For some of the aforementioned functions a set of magic methods are available to enable a Pythonic usage of a raster geometry. This involves for instance the WITHIN check, which is internally called when using Pythons in.

raster_geom_within in raster_geom, raster_geom_outer in raster_geom

(True, False)

Similar to SpatialRef, also here comparison operators are provided. Two raster geometries are considered (spatially) the same if they have the same outer boundary corners, number of rows and number of cols.

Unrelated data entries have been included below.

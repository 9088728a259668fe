"""Columns: the night's 1-D TDI flat and per-column additive level.

Combines the ``column_stats`` tables of all stretches with
:func:`pipeline.stages.calibrate.solve_columns`.  The ``columns`` product is a
small table (one row per image column) that later nights can use or compare:
with the option ``flat_file`` naming such a table (another night's, or a
twilight or dome strip's), the stage adopts it instead of solving
(:func:`pipeline.stages.calibrate.adopt_columns`).
"""

from __future__ import annotations

from typing import Any

from pipeline.stages.base import Stage
from pipeline.stages.calibrate import (
    ColumnSolveOptions,
    adopt_columns,
    options_kwargs,
    solve_columns,
)

__all__ = ["STAGE"]


def _run(*, inputs, options: ColumnSolveOptions, context) -> dict[str, Any]:
    if inputs["flat_file"] is not None:
        table = adopt_columns(
            inputs["flat_file"], context.camera.n_columns, source=options.flat_file.name
        )
        return {"columns": table}
    tables = [products["column_stats"] for products in inputs["column_stats"]]
    return {"columns": solve_columns(tables, **options_kwargs(options, exclude=("flat_file",)))}


#: Declaration of the columns stage for the runner.
STAGE = Stage(
    name="columns",
    run=_run,
    options=ColumnSolveOptions,
    requires=("column_stats",),
    scope="night",
    uses=("camera.n_columns",),
    files=("flat_file",),
    partial_inputs=True,  # one bad stretch must not stop the night's flat
    description="Solve the night's 1-D flat and per-column additive level from the sky "
    "(or adopt a solved table: flat_file).",
    version=3,  # 2: sky from relative levels; normalised lines; 3: hot needs 3 own errors
)
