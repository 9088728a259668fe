"""Row chunks and reusable temporaries for whole-stretch array work.

Element-wise work on a large stretch is fastest in chunks of rows small
enough for the temporaries to stay in the processor cache; reusing the
temporaries also avoids the page faults of fresh large allocations, which
can cost more than the arithmetic itself.
"""

from __future__ import annotations

from collections.abc import Iterator

import numpy as np

__all__ = ["CHUNK_ROWS", "Scratch", "row_chunks"]

#: Rows per chunk.
CHUNK_ROWS = 64


def row_chunks(n_rows: int, size: int = CHUNK_ROWS) -> Iterator[tuple[int, int]]:
    """``(start, stop)`` of consecutive chunks of rows (the scan axis)."""
    for start in range(0, n_rows, size):
        yield start, min(start + size, n_rows)


class Scratch:
    """Named temporaries of shape (rows, n_columns), allocated once and reused.

    Parameters
    ----------
    n_columns : int
        Length of axis 1.
    """

    def __init__(self, n_columns: int):
        self.n_columns = n_columns
        self.buffers: dict[tuple[str, np.dtype], np.ndarray] = {}

    def get(self, name: str, n_rows: int, dtype=np.float32) -> np.ndarray:
        """A ``(n_rows, n_columns)`` view of the buffer ``name`` (contents undefined)."""
        key = (name, np.dtype(dtype))
        buffer = self.buffers.get(key)
        if buffer is None or buffer.shape[0] < n_rows:
            buffer = np.empty((max(n_rows, CHUNK_ROWS + 2), self.n_columns), dtype)
            self.buffers[key] = buffer
        return buffer[:n_rows]
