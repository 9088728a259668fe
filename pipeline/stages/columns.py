"""Columns: the night's 1-D TDI flat and per-column additive level.

Combines the ``column_stats`` tables of all stretches with
:func:`pipeline.stages.calibrate.solve_columns`.  The ``columns`` product is a
small table (one row per image column) that later nights can use or compare.
"""

from __future__ import annotations

from typing import Any

from pipeline.stages.base import Stage
from pipeline.stages.calibrate import ColumnSolveOptions, options_kwargs, solve_columns

__all__ = ["STAGE"]


def _run(*, inputs, options: ColumnSolveOptions, context) -> dict[str, Any]:
    tables = [products["column_stats"] for products in inputs["column_stats"]]
    return {"columns": solve_columns(tables, **options_kwargs(options))}


#: Declaration of the columns stage for the runner.
STAGE = Stage(
    name="columns",
    run=_run,
    options=ColumnSolveOptions,
    requires=("column_stats",),
    scope="night",
    uses=(),
    description="Solve the night's 1-D flat and per-column additive level from the sky.",
    version=2,  # 2: sky from relative levels; normalised lines
)
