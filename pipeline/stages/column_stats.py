"""Column statistics: first pass of the 1-D flat and dark solve, per stretch.

See :mod:`pipeline.stages.calibrate` for the three-stage split
(``column_stats`` -> ``columns`` -> ``calibrate``).
"""

from __future__ import annotations

import warnings
from dataclasses import asdict
from typing import Any

from pipeline.exceptions import CalibrationWarning
from pipeline.stages.base import RAW_ROWS, Stage
from pipeline.stages.calibrate import WARM, ColumnStatsOptions, column_statistics, options_kwargs
from pipeline.stages.calibrate._noise import measure_gain
from pipeline.stages.calibrate._rows import stretch_rows_for_stage

__all__ = ["STAGE", "auto_block_rows"]

#: Rows per statistics block on a night long enough for :data:`AUTO_BLOCKS` of them.
AUTO_BLOCK_ROWS = 256
#: Blocks a night should give the column solve (``stages.columns.min_blocks``'s default).
AUTO_BLOCKS = 8
#: Fewest rows per block: a clipped column mean of 16 pixels still rejects a
#: star's core (sigma clipping wants a dozen samples or more: common practice).
MIN_BLOCK_ROWS = 16


def auto_block_rows(night_rows: int) -> int:
    """Rows per statistics block when the config leaves ``block_rows`` unset.

    256 rows, or on a night of fewer than ``8 x 256`` rows an eighth of its
    rows (at least 16): a short night still gives the column solve its
    eight blocks instead of failing for want of them.
    """
    if night_rows >= AUTO_BLOCKS * AUTO_BLOCK_ROWS:
        return AUTO_BLOCK_ROWS
    return max(MIN_BLOCK_ROWS, int(night_rows) // AUTO_BLOCKS)


def _run(*, inputs, options: ColumnStatsOptions, context) -> dict[str, Any]:
    rows = stretch_rows_for_stage(inputs, context)
    # Partly exposed rows after clocking started (ingest's start_ramp) would
    # bias the regression of level on sky: the dark scales with the exposure.
    use_rows = rows.rows_since_start >= rows.tdi_rows
    if options.solve_rows is not None:  # e.g. only the twilight strip of the night
        start, stop = options.solve_rows
        use_rows &= (rows.night_row >= start) & (rows.night_row < stop)
    if not (use_rows & rows.covered).any() and options.solve_rows is None:
        warnings.warn(
            f"Stretch {context.stretch.id}: no row is usable for the column solve (all "
            f"{int(rows.covered.sum())} rows with data are within TDIROWS={rows.tdi_rows} "
            "rows of the start of clocking); if clocking started before the first block, "
            "set stages.ingest.start_ramp: none.",
            CalibrationWarning,
            stacklevel=2,
        )
    block_rows = options.block_rows
    if block_rows is None:
        block_rows = auto_block_rows(sum(s.stop - s.start for s in context.stretches))
    table = column_statistics(
        rows.image,
        rows.overscan,
        rows.night_row,
        rows.time,
        gain=rows.gain,
        read_noise=rows.read_noise,
        saturation=rows.saturation,
        segment=rows.segment,
        use_rows=use_rows,
        block_rows=block_rows,
        **options_kwargs(options, exclude=("solve_rows", "block_rows")),
    )
    noise = measure_gain(
        rows.image,
        rows.overscan,
        use_rows & rows.covered,
        rows.segment,
        rows.gain,
        rows.read_noise,
        rows.saturation,
    )
    if noise is not None:  # for the columns stage's check of GAIN and RDNOISE
        table.meta["noise"] = asdict(noise)
    return {"column_stats": table}


#: Declaration of the column_stats stage for the runner.
STAGE = Stage(
    name="column_stats",
    run=_run,
    options=ColumnStatsOptions,
    requires=("ingest", RAW_ROWS),
    scope="stretch",
    uses=("camera.flip_columns", "camera.flip_rows"),
    description="Per-block clipped column levels of each stretch (for the 1-D flat and dark).",
    warm=WARM,
    # 2: bias window by cross-validation; 3: faster passes (rounding); 4: units;
    # 5: block rows chosen by the night's length unless configured; 6: readout
    # dropout rows (one raw value in every pixel) left out; 7: the gain and read
    # noise the raw rows show, in the table's meta ('noise'); BLANK pixels of
    # unsigned raw data are NaN (they read as 0 ADU); 8: the gain from at most
    # 256 pairs of rows; 9: the gain from the pixels of sky alone (a crowded
    # field's stars widened the differences: 1.30 e-/ADU for 2.0)
    version=9,
)
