def test_coordinates_in_radians_are_named_in_the_error(tmp_path):
    # Stars at RA 146-147 deg, dec -33 deg written in radians without a unit
    # (read as degrees, they lie at dec -0.58 deg): the error says they look
    # like radians and how to declare them, not to check the site's latitude.
    ra, dec = np.radians([146.5, 147.0]), np.radians([-33.1, -33.0])
    band = SkyBand(-33.3, -32.9, 145.8, 147.7)
    with pytest.raises(ReferenceCatalogError, match=r"declinations look like radians") as info:
        read_reference(_coordinates_file(tmp_path, ra, dec, None), band, 2016.0)
    assert "units.ra and stages.astrometry.reference.units.dec to rad" in str(info.value)
    assert "site.latitude" not in str(info.value)
    # declared in the file, radians are read as such (astropy's unit conversion)
    out = read_reference(_coordinates_file(tmp_path, ra, dec, "rad"), band, 2016.0)
    np.testing.assert_allclose(out["dec"].value, [-33.1, -33.0])


def test_right_ascensions_in_hours_are_named_in_the_error(tmp_path):
    # RA 146.5 and 147 deg written as hours (9.7667 h, 9.8 h) in a file that
    # says deg: the declinations agree, the error says the RAs look like hours.
    ra, dec = np.array([146.5, 147.0]) / 15.0, [-33.1, -33.0]
    band = SkyBand(-33.3, -32.9, 145.8, 147.7)
    with pytest.raises(ReferenceCatalogError, match=r"which look like hours \(times 15"):
        read_reference(_coordinates_file(tmp_path, ra, dec, "deg"), band, 2016.0)
    out = read_reference(_coordinates_file(tmp_path, ra, dec, "hourangle", "deg"), band, 2016.0)
    np.testing.assert_allclose(out["ra"].value, [146.5, 147.0])
    # right ascensions below 24 deg that are degrees, in a band elsewhere in RA
    # that 15 times them does not reach: the longitude hint as before
    with pytest.raises(ReferenceCatalogError, match=r"the declinations agree, so check site"):
        read_reference(_coordinates_file(tmp_path, [1.0, 2.0], dec, "deg"), band, 2016.0)


def test_sky_band_geometry():
    band = SkyBand(10.0, 20.0, 350.0, 10.0)
    mask = band.contains(np.array([355.0, 5.0, 20.0, -5.0, 0.0]), np.array([15, 15, 15, 15, 21]))
    np.testing.assert_array_equal(mask, [True, True, False, True, False])
    assert band.ra_width == pytest.approx(20.0)
    grown = band.widened(1.0)
    assert (grown.dec_min, grown.dec_max) == (9.0, 21.0)
    # RA grows by margin / cos(most polar dec) = 1 / cos(21 deg)
    assert grown.ra_min == pytest.approx(350.0 - 1.0 / np.cos(np.radians(21.0)))
    assert SkyBand(80.0, 89.5, 10.0, 20.0).widened(1.0).full_circle  # reaches the pole
    assert SkyBand(0.0, 1.0, 10.0, 9.0).widened(1.0).full_circle  # the range closes
    assert SkyBand(0.0, 1.0).full_circle and "all RA" in str(SkyBand(0.0, 1.0))
    with pytest.raises(ValueError, match="dec_min <= dec_max"):
        SkyBand(5.0, 4.0)
    with pytest.raises(ValueError, match=r"\[0, 360\]"):
        SkyBand(0.0, 1.0, -10.0, 10.0)


def test_sky_band_for_site_margins():
    tight = sky_band_for_site(29.4, 0.2, 10.0, 40.0, focal_length_range=0.0, tilt_range=0.0)
    wide = sky_band_for_site(29.4, 0.2, 10.0, 40.0)
    # the defaults add 3 % focal length (0.2 deg * 0.0309) and 60" of tilt
    assert wide.dec_max - tight.dec_max == pytest.approx(0.2 * (1 / 0.97 - 1) + 60 / 3600)
    assert tight.dec_max - 29.4 > 0.2  # plus the precession/aberration allowance
    assert sky_band_for_site(29.4, 0.2, 350.0, 10.0).ra_min > 340.0  # wraps through 0
    assert sky_band_for_site(29.4, 0.2, 0.0, 400.0).full_circle  # more than a day
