@pytest.fixture(scope="module", params=sorted(SLIP_TABLE))
def case(request):
    """A pressure-0 model at one latitude and three stars crossing at t = 300 s."""
    lat = request.param
    site = Site(latitude=lat, longitude=-17.9, height=0.0, pressure=0.0)
    model = TDIModel(site, CHIP, Time("2025-09-10T22:00:00", scale="utc"), 600.0)
    ra, dec = model.sky_from_focal_plane(N / 2, (CHIP.n_columns - 1) / 2 + OFFSETS, 300.0)
    return lat, model, ra, dec


def test_crossing_time_and_line_time(case):
    lat, model, _, _ = case
    T, t_row = SLIP_TABLE[lat][:2]
    # table rounding (0.005 s, 0.0005 ms) plus the aberration scale
    assert model.crossing_time == pytest.approx(T, abs=0.005 + ABERRATION * T)
    assert model.line_time * 1e3 == pytest.approx(t_row, abs=0.0005 + ABERRATION * t_row)


def test_along_scan_slip_matches_table(case):
    lat, model, ra, dec = case
    shape = model.track_shape(ra, dec)
    _, _, n_exact, _, s_exact, _, rms_edge, centre = SLIP_TABLE[lat]
    # 3-decimal table (0.0005) + aberration on up to 16.4 px (0.0018)
    tol = 0.0005 + ABERRATION * 16.5
    assert shape.slip[0] == pytest.approx(n_exact, abs=tol)
    assert shape.slip[2] == pytest.approx(s_exact, abs=tol)
    assert shape.slip[1] == pytest.approx(centre, abs=tol)
    # rms along-scan smear at the (north) edge, 2-decimal table
    assert shape.along_rms[0] == pytest.approx(rms_edge, abs=0.005 + ABERRATION * 5)
    # Track geometry (derived): the smear is a top-hat of length |slip|, rms |slip|/sqrt(12);
    # the centre-rate cubic (<= 0.016 px end to end) bends it by ~1e-3 px
    np.testing.assert_allclose(shape.along_rms, np.abs(shape.slip) / np.sqrt(12), atol=0.002)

raster_geom == raster_geom_poly, raster_geom == raster_geom_rot

(True, False)

The & operator makes use of the slice_by_geom method.

raster_geom_intsct_by_fun = raster_geom.slice_by_geom(ogr_geom, inplace=False)
raster_geom_intsct_by_and = raster_geom & ogr_geom
raster_geom_intsct_by_fun == raster_geom_intsct_by_and

True

The str method returns the WKT representation of the raster geometry.

str(raster_geom)

'POLYGON ((5 40,5 50,15 50,15 40,5 40))'

Finally, you can use brackets with two or three items to subset the raster geometry. Two items are interpreted as pixel slices, e.g. [min_row:max_row, min_col:max_col], and three items yield intersection by coordinates, where the third item is a spatial reference instance, e.g. [min_x:max_x, min_y:max_y, SpatialRef(4326)].

raster_geom_intsct_by_fun = raster_geom.slice_by_rc(25, 25, height=100, width=100, inplace=False)
raster_geom_intsct_by_px = raster_geom[25:50, 25:50]
raster_geom_intsct_by_fun == raster_geom_intsct_by_px

True

min_x, max_yp1 = raster_geom.rc2xy(25, 25)
max_xp1, min_y = raster_geom.rc2xy(50, 50)
raster_geom_intsct_by_coords = raster_geom[min_x:max_xp1, min_y:max_yp1, sref]
raster_geom_intsct_by_fun == raster_geom_intsct_by_coords

True

Note that in the examples above the pixel index (50, 50) is already outside the raster geometry. This is because slicing is also performed as usual in Python, i.e. the “stop” value of the slice is excluded.